2. The conductive adhesives prepared in example 6 were tested for conductivity in both the wet and dry states. In a simple circuit of a Light Emitting Diode (LED) bulb and two dry cells, the conductive adhesive can serve as a conductive device to illuminate the LED, as shown in fig. 5 a. The reason is that the gallic acid can be ionized to generate phenoxy ions, carboxylate ions and hydrogen ions, so that ion conduction channels can be formed, the ion conduction channels can conduct electricity, and the conductive adhesive has conductivity.

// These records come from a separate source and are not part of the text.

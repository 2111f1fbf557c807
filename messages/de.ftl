# ampreport's message catalogue: German (Deutsch).
#
# NEEDS A NATIVE SPEAKER'S REVIEW. Written with care by a non-native
# writer to prove the catalogue mechanism; the trade terms (Anode,
# Schirmgitter, Ruhestrom, Verlustleistung, Siebkondensator …) follow
# common German workshop usage as far as the writer knows it. Before a
# shop hands a German document to a customer, a German-speaking
# technician should read every message here, above all the mains-safety
# notice (`notice-…`), which must match the wording local rules expect.
#
# Same keys and arguments as messages/en.ftl (the reference); the program
# refuses a catalogue that lacks a key. Numbers keep the decimal point
# (see docs/shop.md).

date = { $day }. { $month } { $year }
month-1 = Januar
month-2 = Februar
month-3 = März
month-4 = April
month-5 = Mai
month-6 = Juni
month-7 = Juli
month-8 = August
month-9 = September
month-10 = Oktober
month-11 = November
month-12 = Dezember

## Statuswörter.

doc-footer-job = Auftrag
doc-footer-page = Seite
doc-footer-of = von
doc-footer-commit = Commit
doc-footer-edits = + Änderungen
doc-photos = Fotos
doc-footer-digest = SHA-256 der Auftragsdatei
status-ok = OK
status-caution = VORSICHT
status-over = ZU HOCH
status-cold = ZU KALT
status-accepted = AKZEPTIERT
status-unchecked = NICHT GEPRÜFT
status-unmeasured = NICHT GEMESSEN
doc-key-ok = innerhalb der Grenze
doc-key-caution = nahe an einer Grenze
doc-key-over = über einem Grenzwert
doc-key-cold = unter dem Ruhestrom-Ziel
doc-key-accepted = als annehmbar beurteilt

## Das Übergabeprotokoll (templates/handover.typ).
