diag-ftl-syntax = this is not Fluent syntax: { $problem }
diag-ftl-syntax-help = a message is written `key = text`; a continuation line starts with spaces; an argument is written `{"{"} $name {"}"}`
diag-ftl-unknown-key = the English catalogue has no message `{ $key }`
diag-ftl-unknown-key-label = not a message of the program
diag-ftl-no-text = the message `{ $key }` has no text
diag-ftl-no-text-label = expected `key = text`
diag-ftl-unknown-argument = the message `{ $key }` uses `{ $argument }`, which the program never gives it
diag-ftl-unknown-argument-label = unknown argument
diag-ftl-no-arguments = this message takes no arguments
diag-ftl-given = it is given { $arguments }
diag-ftl-unknown-reference = the message `{ $key }` refers to `{ $reference }`, which this file does not define
diag-ftl-unknown-message = unknown message
diag-ftl-notice-incomplete = the mains-safety notice is translated only as a whole; missing: { $keys }
diag-ftl-in-this-file = in this file
diag-ftl-notice-help = translate every part of the notice (the keys starting `notice-`), or use a language the program has built in
diag-ftl-add-key-english = add `{ $key } = …`; the English is at messages/en.ftl:{ $line }: { $english }
diag-ftl-add-key = add `{ $key } = …`
diag-ftl-missing-key = the translation has no message `{ $key }`
diag-ftl-unreadable = the translation could not be read

## Diagnostics of the shop's logo (src/shop/logo.rs). `why` is one of the
## `diag-logo-…` reasons below that start with a verb.

diag-expected-in-profile-folder = expected a file name in the profile's folder
diag-logo-outside = the logo `{ $path }` is not inside the profile's folder
diag-logo-keep-inside = put the logo beside shop.kdl (or in a folder below it) and name it relative to it, for example logo "logo.svg"
diag-logo-link = the logo `{ $path }` leads outside the profile's folder (to { $target })
diag-logo-copy = copy the logo into the profile's folder instead of linking to it
diag-logo-not-file = the logo { $path } is not a regular file
diag-logo-png-svg = the logo must be a PNG or SVG file
diag-logo-too-large = the logo { $path } is { $size } bytes; the limit is { $limit }
diag-logo-smaller = a logo for a page header needs far less: export it smaller
diag-logo-cannot-read = cannot read the logo { $path }: { $error }
diag-logo-in-folder = the logo must be a PNG or SVG file in the profile's folder
diag-logo-refused = the logo { $path } { $why }
diag-logo-self-contained = the logo must be a PNG picture or a self-contained SVG drawing
diag-logo-not-png-or-text = is neither a PNG picture nor SVG text
diag-logo-not-png-or-svg = is neither a PNG picture nor an SVG drawing
diag-logo-png-undecodable = starts like a PNG picture but does not decode ({ $error })
diag-logo-svg-malformed = is not a well-formed SVG drawing ({ $error })
diag-logo-svg-root = is XML whose root is <{ $root }>, not an SVG drawing's <svg>
diag-logo-svg-refers = refers to another file or address (`{ $value }` on <{ $element }>); a logo must be self-contained
diag-logo-svg-style = has a style sheet that loads from elsewhere; a logo must be self-contained

## Diagnostics of reading a translation file (src/shop/translation.rs),
## at the profile's `language` line.

diag-translation-ftl = the translation must be a Fluent (.ftl) file in the profile's folder
diag-translation-utf8-ftl = the translation must be a UTF-8 Fluent (.ftl) file in the profile's folder
diag-translation-outside = the translation file `{ $path }` is not inside the profile's folder
diag-translation-keep-inside = put the translation beside shop.kdl (or in a folder below it) and name it relative to it, for example file="de.ftl"
diag-translation-link = the translation file `{ $path }` leads outside the profile's folder (to { $target })
diag-translation-copy = copy the translation into the profile's folder instead of linking to it
diag-translation-not-file = the translation file { $path } is not a regular file
diag-translation-too-large = the translation file { $path } is larger than { $limit } MiB; a translation is far smaller, so this is probably the wrong file
diag-translation-cannot-read = cannot read the translation file { $path }: { $error }
diag-translation-not-utf8 = { $place }: the translation file is not UTF-8 text (byte { $byte } here); save it as UTF-8

## Diagnostics of the shop profile's values, a job-number pattern, an
## unknown valve type and a photo that does not decode
## (src/shop/decode.rs, src/job/numbering.rs, src/job/valve_types.rs,
## src/photo/mod.rs). `diag-pattern-…` complete `diag-bad-pattern`;
## `diag-photo-…` below complete `diag-photo-undecodable`.

diag-what-logo-name = the logo's file name
diag-what-job-number-pattern = the job-number pattern
diag-what-language = the language
diag-what-shop-format = the shop-profile format version
diag-what-shop-name = the shop's name
diag-what-paper-size = the paper size
diag-what-warranty-text = the warranty's text
diag-pattern-not-closed = a `{"{"}` is not closed with `{"}"}`
diag-pattern-not-opened = a `{"}"}` has no `{"{"}` before it
diag-pattern-unknown-piece = `{ $piece }` is not a piece of a job number; use {"{"}yyyy{"}"}, {"{"}yy{"}"}, {"{"}mm{"}"}, {"{"}dd{"}"}, {"{"}yymm{"}"} and one {"{"}nnn{"}"}
diag-pattern-slash = a job number may not hold a slash or a control character (it names the job's file)
diag-pattern-one-count = a job number needs exactly one count, such as {"{"}nnn{"}"}; this pattern has { $count }
diag-valve-type-help = see `ampreport tubes` for the known types, or add it with a shop ratings file (--ratings FILE)
diag-valve-type-did-you-mean = did you mean { $names }? (`ampreport tubes` lists every type; a shop ratings file can add one)
diag-photo-too-large-to-decode = is too large a picture to decode (at most { $side } pixels a side and { $megabytes } MB of pixels)
diag-photo-does-not-decode = does not decode as a picture ({ $error })
diag-photo-not-encoded = could not be encoded again ({ $error })
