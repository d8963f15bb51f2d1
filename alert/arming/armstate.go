package arming

import (
	"bytes"
	"encoding/json"
	"errors"
	"fmt"
	"io/fs"
	"os"
	"path/filepath"
	"time"
)

// ArmState combines a schedule with an operator's override. The override
// wins while it is active and lapses by itself at its Until instant, after
// which the schedule decides again. Not safe for concurrent use.
type ArmState struct {
	sched    *Schedule
	override Override
	// failSafe is set when the saved override could not be read: the state
	// stays armed until an operator sets or clears an override.
	failSafe bool
}

// NewArmState returns a state driven by sched. A nil schedule means armed
// around the clock.
func NewArmState(sched *Schedule) *ArmState { return &ArmState{sched: sched} }

// SetOverride replaces any override (and ends fail-safe arming).
func (a *ArmState) SetOverride(o Override) { a.override, a.failSafe = o, false }

// ClearOverride removes any override (and ends fail-safe arming).
func (a *ArmState) ClearOverride() { a.override, a.failSafe = Override{}, false }

// Override returns the current override, which may have expired.
func (a *ArmState) Override() Override { return a.override }

// State reports whether the alarm is armed at now and a human reason.
// Times in reasons are in the schedule's zone (UTC without a schedule).
func (a *ArmState) State(now time.Time) (armed bool, reason string) {
	loc := time.UTC
	if a.sched != nil {
		loc = a.sched.loc
	}
	switch {
	case a.failSafe:
		return true, "armed: override state file was unreadable, armed for safety until an operator sets the state"
	case a.override.Active(now):
		verb := "disarmed"
		if a.override.Armed {
			verb = "armed"
		}
		return a.override.Armed, fmt.Sprintf("%s by override until %s", verb, a.override.Until.In(loc).Format(time.RFC3339))
	case a.sched == nil:
		return true, "armed: no schedule"
	}
	if i, ok := a.sched.armedBy(now); ok {
		return true, fmt.Sprintf("armed by schedule window %d %q", i, a.sched.windows[i].text)
	}
	return false, "disarmed: outside every schedule window"
}

// overrideFile is the on-disk form; a null override means none.
type overrideFile struct {
	V        int       `json:"v"`
	Override *Override `json:"override"`
}

// SaveOverride writes the current override to path as JSON. It writes a
// temporary file in the same directory and renames it over path, so that a
// crash leaves either the old or the new state, never a torn file.
func (a *ArmState) SaveOverride(path string) error {
	f := overrideFile{V: 1}
	if !a.override.Until.IsZero() {
		o := a.override
		f.Override = &o
	}
	data, err := json.MarshalIndent(f, "", "  ")
	if err != nil {
		return fmt.Errorf("save override %s: %w", path, err)
	}
	if err := writeFileAtomic(path, append(data, '\n')); err != nil {
		return fmt.Errorf("save override %s: %w", path, err)
	}
	return nil
}

// writeFileAtomic writes a temporary file in the same directory and
// renames it over path, so that a crash leaves either the old or the new
// content, never a torn file; then it syncs the directory so the rename
// itself survives a power cut.
func writeFileAtomic(path string, data []byte) error {
	dir := filepath.Dir(path)
	tmp, err := os.CreateTemp(dir, "."+filepath.Base(path)+".*.tmp")
	if err != nil {
		return err
	}
	defer os.Remove(tmp.Name()) // no-op after a successful rename
	if _, err := tmp.Write(data); err != nil {
		tmp.Close()
		return fmt.Errorf("write temp file: %w", err)
	}
	if err := tmp.Sync(); err != nil {
		tmp.Close()
		return fmt.Errorf("sync temp file: %w", err)
	}
	if err := tmp.Close(); err != nil {
		return fmt.Errorf("close temp file: %w", err)
	}
	if err := os.Rename(tmp.Name(), path); err != nil {
		return err
	}
	if err := syncDir(dir); err != nil {
		return fmt.Errorf("sync directory: %w", err)
	}
	return nil
}

// syncDir flushes a directory's entries, so that a rename in it survives
// a power cut.
func syncDir(dir string) error {
	d, err := os.Open(dir)
	if err != nil {
		return err
	}
	defer d.Close()
	return d.Sync()
}

// LoadOverride reads an override saved by SaveOverride and returns whether
// the alarm is armed at now. A missing file is no override. A file that
// exists but cannot be read or parsed puts the state in fail-safe arming
// and returns armed=true with an error wrapping ErrStateUnreadable; the
// caller should log it and run armed.
func (a *ArmState) LoadOverride(path string, now time.Time) (armed bool, err error) {
	data, err := os.ReadFile(path)
	if errors.Is(err, fs.ErrNotExist) {
		a.override, a.failSafe = Override{}, false
		armed, _ = a.State(now)
		return armed, nil
	}
	if err == nil {
		var f overrideFile
		dec := json.NewDecoder(bytes.NewReader(data))
		dec.DisallowUnknownFields()
		switch err = dec.Decode(&f); {
		case err != nil:
		case dec.More():
			err = errors.New("trailing data after the JSON object")
		case f.V != 1:
			err = fmt.Errorf("version %d, want 1", f.V)
		case f.Override != nil && f.Override.Until.IsZero():
			err = errors.New("override without an until time")
		default:
			a.override, a.failSafe = Override{}, false
			if f.Override != nil {
				a.override = *f.Override
			}
			armed, _ = a.State(now)
			return armed, nil
		}
	}
	a.override, a.failSafe = Override{}, true
	return true, fmt.Errorf("load override %s: %w (%v); coming up armed for safety", path, ErrStateUnreadable, err)
}
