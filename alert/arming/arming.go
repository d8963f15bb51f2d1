package arming

import (
	"bytes"
	"context"
	"encoding/json"
	"errors"
	"fmt"
	"io"
	"io/fs"
	"log/slog"
	"os"
	"sort"
	"strings"
	"sync"
	"time"
	"unicode"
	"unicode/utf8"

	"stillwater/alert"
)

// forever is the Until of an override set without an end.
func forever() time.Time { return time.Date(9999, 12, 31, 0, 0, 0, 0, time.UTC) }

// Config sets up per-camera arming.
type Config struct {
	// Cameras are the camera ids; "all" addresses every one of them.
	Cameras []string
	// Default is the schedule of cameras without their own; nil is armed
	// around the clock.
	Default *Schedule
	// Schedules are per-camera schedules by camera id.
	Schedules map[string]*Schedule
	// StatePath is the JSON file that keeps overrides across restarts;
	// empty keeps them in memory only.
	StatePath string
	// MaxDisarm is the longest a disarm may last; default 24 h. A disarm
	// always ends, so a forgotten one cannot leave the pool unwatched. A
	// saved disarm that ends later than MaxDisarm after New's now is
	// cut to that bound.
	MaxDisarm time.Duration
	// Log receives a line for every saved record that is clamped, dropped
	// or found invalid, naming the state file; nil discards them.
	Log *slog.Logger
}

// Arming holds one ArmState per camera and the overrides operators set.
// Safe for concurrent use.
type Arming struct {
	cfg     Config
	mu      sync.Mutex
	states  map[string]*ArmState
	ids     []string // sorted
	sent    map[string]sentState
	setAt   map[string]time.Time // when an operator last changed a camera, for Poll
	polled  time.Time
	changed chan struct{}
}

type sentState struct {
	armed    bool
	override Override
}

// CameraStatus is one camera's row of a status snapshot.
type CameraStatus struct {
	Camera   string          `json:"camera"`
	Armed    bool            `json:"armed"`
	Reason   string          `json:"reason"`
	FailSafe bool            `json:"fail_safe,omitempty"`
	Override *OverrideStatus `json:"override,omitempty"`
	// NextChange is the next instant the schedule or the override changes
	// the state by itself; nil when it never does.
	NextChange *time.Time `json:"next_change,omitempty"`
}

// OverrideStatus describes an active override; Until is nil for an arm
// without an end.
type OverrideStatus struct {
	Armed bool       `json:"armed"`
	Until *time.Time `json:"until,omitempty"`
	By    string     `json:"by,omitempty"`
}

// Status is a snapshot of every camera at Time (UTC).
type Status struct {
	Time    time.Time      `json:"time"`
	Cameras []CameraStatus `json:"cameras"`
}

// armingFile is the state file's form. FailSafe lists the cameras armed
// for safety because their saved state was unusable, so that a restart
// does not quietly hand them back to the schedule.
type armingFile struct {
	V         int                 `json:"v"`
	Overrides map[string]Override `json:"overrides"`
	FailSafe  []string            `json:"fail_safe,omitempty"`
}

Meanwhile, as shown in b in fig. 5, the conductive adhesive is attached to the two iron sheets and can bear a weight of 400g after being cured for 48 hours. And when the wall is connected to a closed circuit, the LED bulb is illuminated. This shows that the conductive adhesive at the interface not only has strong adhesive strength, but also has good conductivity in a dry state.

Example 7

Adding 1g of gallic acid into 10g of deionized water, heating to 100 ℃ by using an oil bath pan, and stirring for 30 minutes to obtain the gallic acid solution. Dispersing 10.62g of cellulose nanocrystalline colloid with the mass fraction of 2.68wt% in 10g of polyvinylpyrrolidone aqueous solution with the mass fraction of 10%, stirring for 15 minutes and carrying out ultrasonic treatment for 30 minutes to form nanocellulose/polyvinylpyrrolidone dispersion liquid. Adding the obtained gallic acid solution into nano-cellulose/polyvinylpyrrolidone dispersion, stirring for 15 min, and soaking in a large amount of deionized water for 48 hr to obtain about 4.1g of reusable conductive adhesive with adhesive strength of 3.63MPa (glass) and conductivity of 6.6 × 10^-4 S/cm。

Example 8

Adding 1g of gallic acid into 10g of deionized water, heating to 100 ℃ by using an oil bath pan, and stirring for 30 minutes to obtain the gallic acid solution. Dispersing 12.96g of cellulose nanocrystalline colloid with the mass fraction of 2.68wt% in 10g of polyvinylpyrrolidone aqueous solution with the mass fraction of 10%, stirring for 15 minutes and carrying out ultrasonic treatment for 30 minutes to form a nanocellulose/polyvinylpyrrolidone dispersion liquid. Mixing the obtained extract with waterThe seed acid solution is added into the nano-cellulose/polyvinylpyrrolidone dispersion liquid, stirred for 15 minutes and soaked in a large amount of deionized water for 48 hours to obtain about 4.2g of reusable conductive adhesive, the adhesive strength of the conductive adhesive is 3.44MPa (glass), and the conductivity of the conductive adhesive is 6.5 multiplied by 10^-4 S/cm。

The above description is only a preferred embodiment of the present invention, and all equivalent changes and modifications made in accordance with the claims of the present invention should be covered by the present invention.